1. An inclination detection device comprises a device body (1) and a detection groove (2) arranged at the upper end of the device body (1); the device is characterized in that the detection module (3) comprises a counterweight mechanism (3.1), an inclination mechanism (3.2) and a display module (3.3); the upper part of the counterweight mechanism (3.1) is hinged on the inner wall of the detection groove (2); the middle part of the tilting mechanism (3.2) is hinged on the inner wall of the detection groove (2), and the bottom of the tilting mechanism (3.2) is contacted with the bottom of the counterweight mechanism (3.1); the display module (3.3) is arranged on the detection groove (2) and is arranged opposite to the upper part of the tilting mechanism (3.2), when the device body (1) tilts, the counterweight mechanism (3.1) pushes the tilting mechanism (3.2) to swing, so that the upper part of the tilting mechanism (3.2) is contacted with the display module (3.3), and the display module (3.3) is triggered to work.

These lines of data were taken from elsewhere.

using System.Net.WebSockets;
using System.Text;
using JointPlanner.Web.Start;
using Microsoft.AspNetCore.Components.Server;
using Microsoft.AspNetCore.SignalR;
using Microsoft.Extensions.DependencyInjection;
using Microsoft.Extensions.Options;

namespace JointPlanner.Web.Tests.Start;

public sealed class CircuitsPerAddressTests
{
    [Fact]
    public void Each_address_is_counted_by_itself_and_a_closed_page_makes_room()
    {
        var counted = new CircuitsPerAddress(2);
        Assert.True(counted.Enter("192.0.2.1"));
        Assert.True(counted.Enter("192.0.2.1"));
        Assert.False(counted.Enter("192.0.2.1"));
        Assert.False(counted.Enter("192.0.2.1"));
        Assert.True(counted.Enter("192.0.2.2"));
        counted.Leave("192.0.2.1");
        Assert.True(counted.Enter("192.0.2.1"));
        Assert.False(counted.Enter("192.0.2.1"));
    }

    [Fact]
    public async Task Of_twenty_one_connections_of_one_address_one_is_refused()
    {
        await using var site = new Site();
        site.UseKestrel(0);
        site.StartServer();
        var address = new UriBuilder(site.ClientOptions.BaseAddress) { Scheme = "ws", Path = "/_blazor" }.Uri;
        var sockets = Enumerable.Range(0, 21).Select(_ => new ClientWebSocket()).ToList();
        try
        {
            var ended = sockets.Select(socket => Ended(socket, address)).ToList();
            Assert.True(await await Task.WhenAny(ended).WaitAsync(TimeSpan.FromSeconds(30)));
            Assert.Equal(1, ended.Count(task => task.IsCompleted));
        }
        finally
        {
            foreach (var socket in sockets) socket.Dispose();
        }
    }

    [Fact]
    public async Task No_page_is_told_the_inside_of_an_error()
    {
        await using var site = new Site();
        Assert.False(site.Services.GetRequiredService<IOptions<CircuitOptions>>().Value.DetailedErrors);
        Assert.NotEqual(true, site.Services.GetRequiredService<IOptions<HubOptions>>().Value.EnableDetailedErrors);
    }

    // Says hello as the page's script does; comes back when the server closes.
    private static async Task<bool> Ended(ClientWebSocket socket, Uri address)
    {
        await socket.ConnectAsync(address, CancellationToken.None);
        await socket.SendAsync(Encoding.UTF8.GetBytes("{\"protocol\":\"blazorpack\",\"version\":1}\u001e"), WebSocketMessageType.Text, true, CancellationToken.None);
        var buffer = new byte[1024];
        try
        {
            while ((await socket.ReceiveAsync(buffer, CancellationToken.None)).MessageType != WebSocketMessageType.Close) { }
        }
        catch (WebSocketException)
        {
            // Closed without a farewell.
        }

        return true;
    }
}
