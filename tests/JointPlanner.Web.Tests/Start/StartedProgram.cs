using System.Diagnostics;

namespace JointPlanner.Web.Tests.Start;

/// <summary>The program as it is started for real work: a process of its own, in Production.</summary>
internal static class StartedProgram
{
    /// <summary>What it said, and with what it ended; null while it still runs because it has started (it is then stopped).</summary>
    public static async Task<(int? ExitCode, string Says)> Run(string folder, params (string Name, string Value)[] settings)
    {
        var start = new ProcessStartInfo("dotnet", ["JointPlanner.Web.dll", "--contentRoot", folder])
        {
            WorkingDirectory = AppContext.BaseDirectory,
            RedirectStandardError = true,
            RedirectStandardOutput = true,
        };
        (string, string)[] sound =
        [
            ("ASPNETCORE_ENVIRONMENT", "Production"), ("DOTNET_ENVIRONMENT", "Production"), ("Archive__Folder", folder), ("PublicAddress", "https://joints.example"),
            ("Keys__ProtectedByDatabase", "true"), ("ASPNETCORE_URLS", "http://127.0.0.1:0"), ("Proxies__Trusted__0", "127.0.0.1"),
        ];
        foreach (var (name, value) in sound.Concat(settings)) start.Environment[name] = value;
        using var program = Process.Start(start)!;
        var errors = program.StandardError.ReadToEndAsync();
        while (await program.StandardOutput.ReadLineAsync() is { } line)
        {
            if (!line.Contains("Application started", StringComparison.Ordinal)) continue;
            program.Kill();
            await program.WaitForExitAsync();
            return (null, await errors);
        }

        await program.WaitForExitAsync();
        return (program.ExitCode, await errors);
    }
}
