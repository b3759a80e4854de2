#include "model/patch_noise.h"

#include <Eigen/Dense>
#include <catch2/catch.hpp>
#include <cmath>

#include "core/error.h"
#include "model/correlated_noise.h"

using namespace stillfield;
using namespace stillfield::testing;

namespace {

Eigen::MatrixXd dense(const SquareMatrix& m) {
  Eigen::MatrixXd out(m.d, m.d);
  for (int r = 0; r < m.d; ++r) {
    for (int c = 0; c < m.d; ++c) out(r, c) = m(r, c);
  }
  return out;
}

// rho of white noise convolved with a Gaussian of deviation `blur`: Gaussian of deviation
// sqrt(2) blur; cut off beyond 2 it is no correlation function for a blur of 1.
NoiseCorrelationModel gaussian_model(double blur) {
  NoiseCorrelationModel model{2, {}};
  for (int dy = -2; dy <= 2; ++dy) {
    for (int dx = -2; dx <= 2; ++dx) {
      model.rho.push_back(std::exp(-(dx * dx + dy * dy) / (4.0 * blur * blur)));
    }
  }
  return model;
}

}  // namespace

TEST_CASE("the noise of a patch has the given correlations, and whitening undoes colouring") {
  for (const int side : {4, 6, 8}) {
    for (const double a : {0.3, -0.5, 0.9}) {
      for (const int reach : {1, 2}) {
        CAPTURE(side, a, reach);
        const PatchNoise noise = patch_noise(moving_average_model(a, reach), side);
        const Eigen::MatrixXd l = dense(noise.colour), w = dense(noise.whiten);
        Eigen::MatrixXd expected(side * side, side * side);
        for (int i = 0; i < side * side; ++i) {
          for (int j = 0; j < side * side; ++j) {
            expected(i, j) = moving_average_rho(a, i % side - j % side, i / side - j / side);
          }
        }
        const Eigen::MatrixXd identity = Eigen::MatrixXd::Identity(side * side, side * side);
        CHECK((l * l.transpose() - expected).cwiseAbs().maxCoeff() < 1e-12);
        CHECK((w * l - identity).cwiseAbs().maxCoeff() < 1e-10);
        CHECK((w * expected * w.transpose() - identity).cwiseAbs().maxCoeff() < 1e-9);
      }
    }
  }
}

TEST_CASE("a cut-off correlation is made positive definite with a mean variance of 1") {
  const NoiseCorrelationModel model = gaussian_model(1.0);
  const PatchNoise noise = patch_noise(model, 8);
  const Eigen::MatrixXd c = dense(noise.covariance);
  Eigen::MatrixXd raw(64, 64);
  for (int i = 0; i < 64; ++i) {
    for (int j = 0; j < 64; ++j) {
      const int dx = j % 8 - i % 8, dy = j / 8 - i / 8;
      const bool near = std::abs(dx) <= 2 && std::abs(dy) <= 2;
      raw(i, j) = near ? std::exp(-(dx * dx + dy * dy) / 4.0) : 0.0;
    }
  }
  REQUIRE(Eigen::SelfAdjointEigenSolver<Eigen::MatrixXd>(raw).eigenvalues()[0] < 0.0);
  const double least = Eigen::SelfAdjointEigenSolver<Eigen::MatrixXd>(c).eigenvalues()[0];
  CHECK(least > 0.5 * kLeastNoiseEigenvalue);
  CHECK(c.trace() == Approx(64.0).epsilon(1e-12));
  CHECK((c - c.transpose()).cwiseAbs().maxCoeff() == 0.0);
  CHECK((c - raw).cwiseAbs().maxCoeff() < 0.25);
  CHECK((dense(noise.colour) * dense(noise.colour).transpose() - c).cwiseAbs().maxCoeff() < 1e-12);
}

TEST_CASE("what is no correlation is refused") {
  CHECK_NOTHROW(check_noise_correlation({}));
  CHECK_NOTHROW(check_noise_correlation(gaussian_model(0.7)));
  NoiseCorrelationModel bad = gaussian_model(0.7);
  bad.rho.pop_back();
  CHECK_THROWS_AS(check_noise_correlation(bad), Error);
  bad = gaussian_model(0.7);
  bad.rho[0] += 0.1;  // no longer symmetric
  CHECK_THROWS_AS(check_noise_correlation(bad), Error);
  bad = gaussian_model(0.7);
  bad.rho[12] = 0.9;  // the centre
  CHECK_THROWS_AS(check_noise_correlation(bad), Error);
  bad = gaussian_model(0.7);
  bad.reach = 6;
  CHECK_THROWS_AS(check_noise_correlation(bad), Error);
}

2. A tilt detection device according to claim 1, wherein the counterweight mechanism (3.1) comprises a rotating shaft (3.1.1), a counterweight (3.1.2) and a connecting rod (3.1.3); two ends of the rotating shaft (3.1.1) are fixedly arranged on the inner wall of the detection groove (2); the top of the connecting rod (3.1.3) is hinged with the rotating shaft (3.1.1), and the bottom of the connecting rod (3.1.3) is connected with the balancing weight (3.1.2); one side surface of the balancing weight (3.1.2) is contacted with the tilting mechanism (3.2).

3. A tilt sensing device according to claim 2, wherein the counterweight (3.1.2) has a rectangular cross-section.

4. A tilt detection device according to claim 3, wherein the tilting mechanism (3.2) comprises a turning lever (3.2.1), a tilting lever (3.2.2) and a stop block (3.2.3); two ends of the rotating rod (3.2.1) are fixedly arranged on the detection groove (2); the middle part of the inclined rod (3.2.2) is hinged with the rotating rod (3.2.1); the lower end of the inclined rod (3.2.2) is provided with a limiting block (3.2.3), and the limiting block (3.2.3) is in contact with one side surface of the balancing weight (3.1.2); the top of the inclined rod (3.2.2) is provided with rubber which is used for being in contact with the display module (3.3); the bottom of the inclined rod (3.2.2) is provided with a ball for sliding on the bottom surface of the detection groove (2).

5. The inclination detection device according to claim 4, wherein the contact surface of the limiting block (3.2.3) and the counterweight block (3.1.2) is an arc surface, and the arc surface is coated with a lubricating coating.

6. A tilt sensing device according to claim 5, wherein the display module (3.3) comprises a contact plate (3.3.1), a connecting wire plate (3.3.2) and an indicator light (3.3.3); the connecting wire board (3.3.2) is fixedly arranged on the detection groove (2) and is electrically connected with the indicator lamp (3.3.3) and the power supply; the contact plate (3.3.1) is connected to the detection groove (2) through a compression spring (3.3.4) and is installed opposite to the connecting wire guide plate (3.3.2), and the contact plate (3.3.1) is electrically connected with the indicator lamp (3.3.3); the indicator light (3.3.3) is arranged on the upper surface of the device body (1).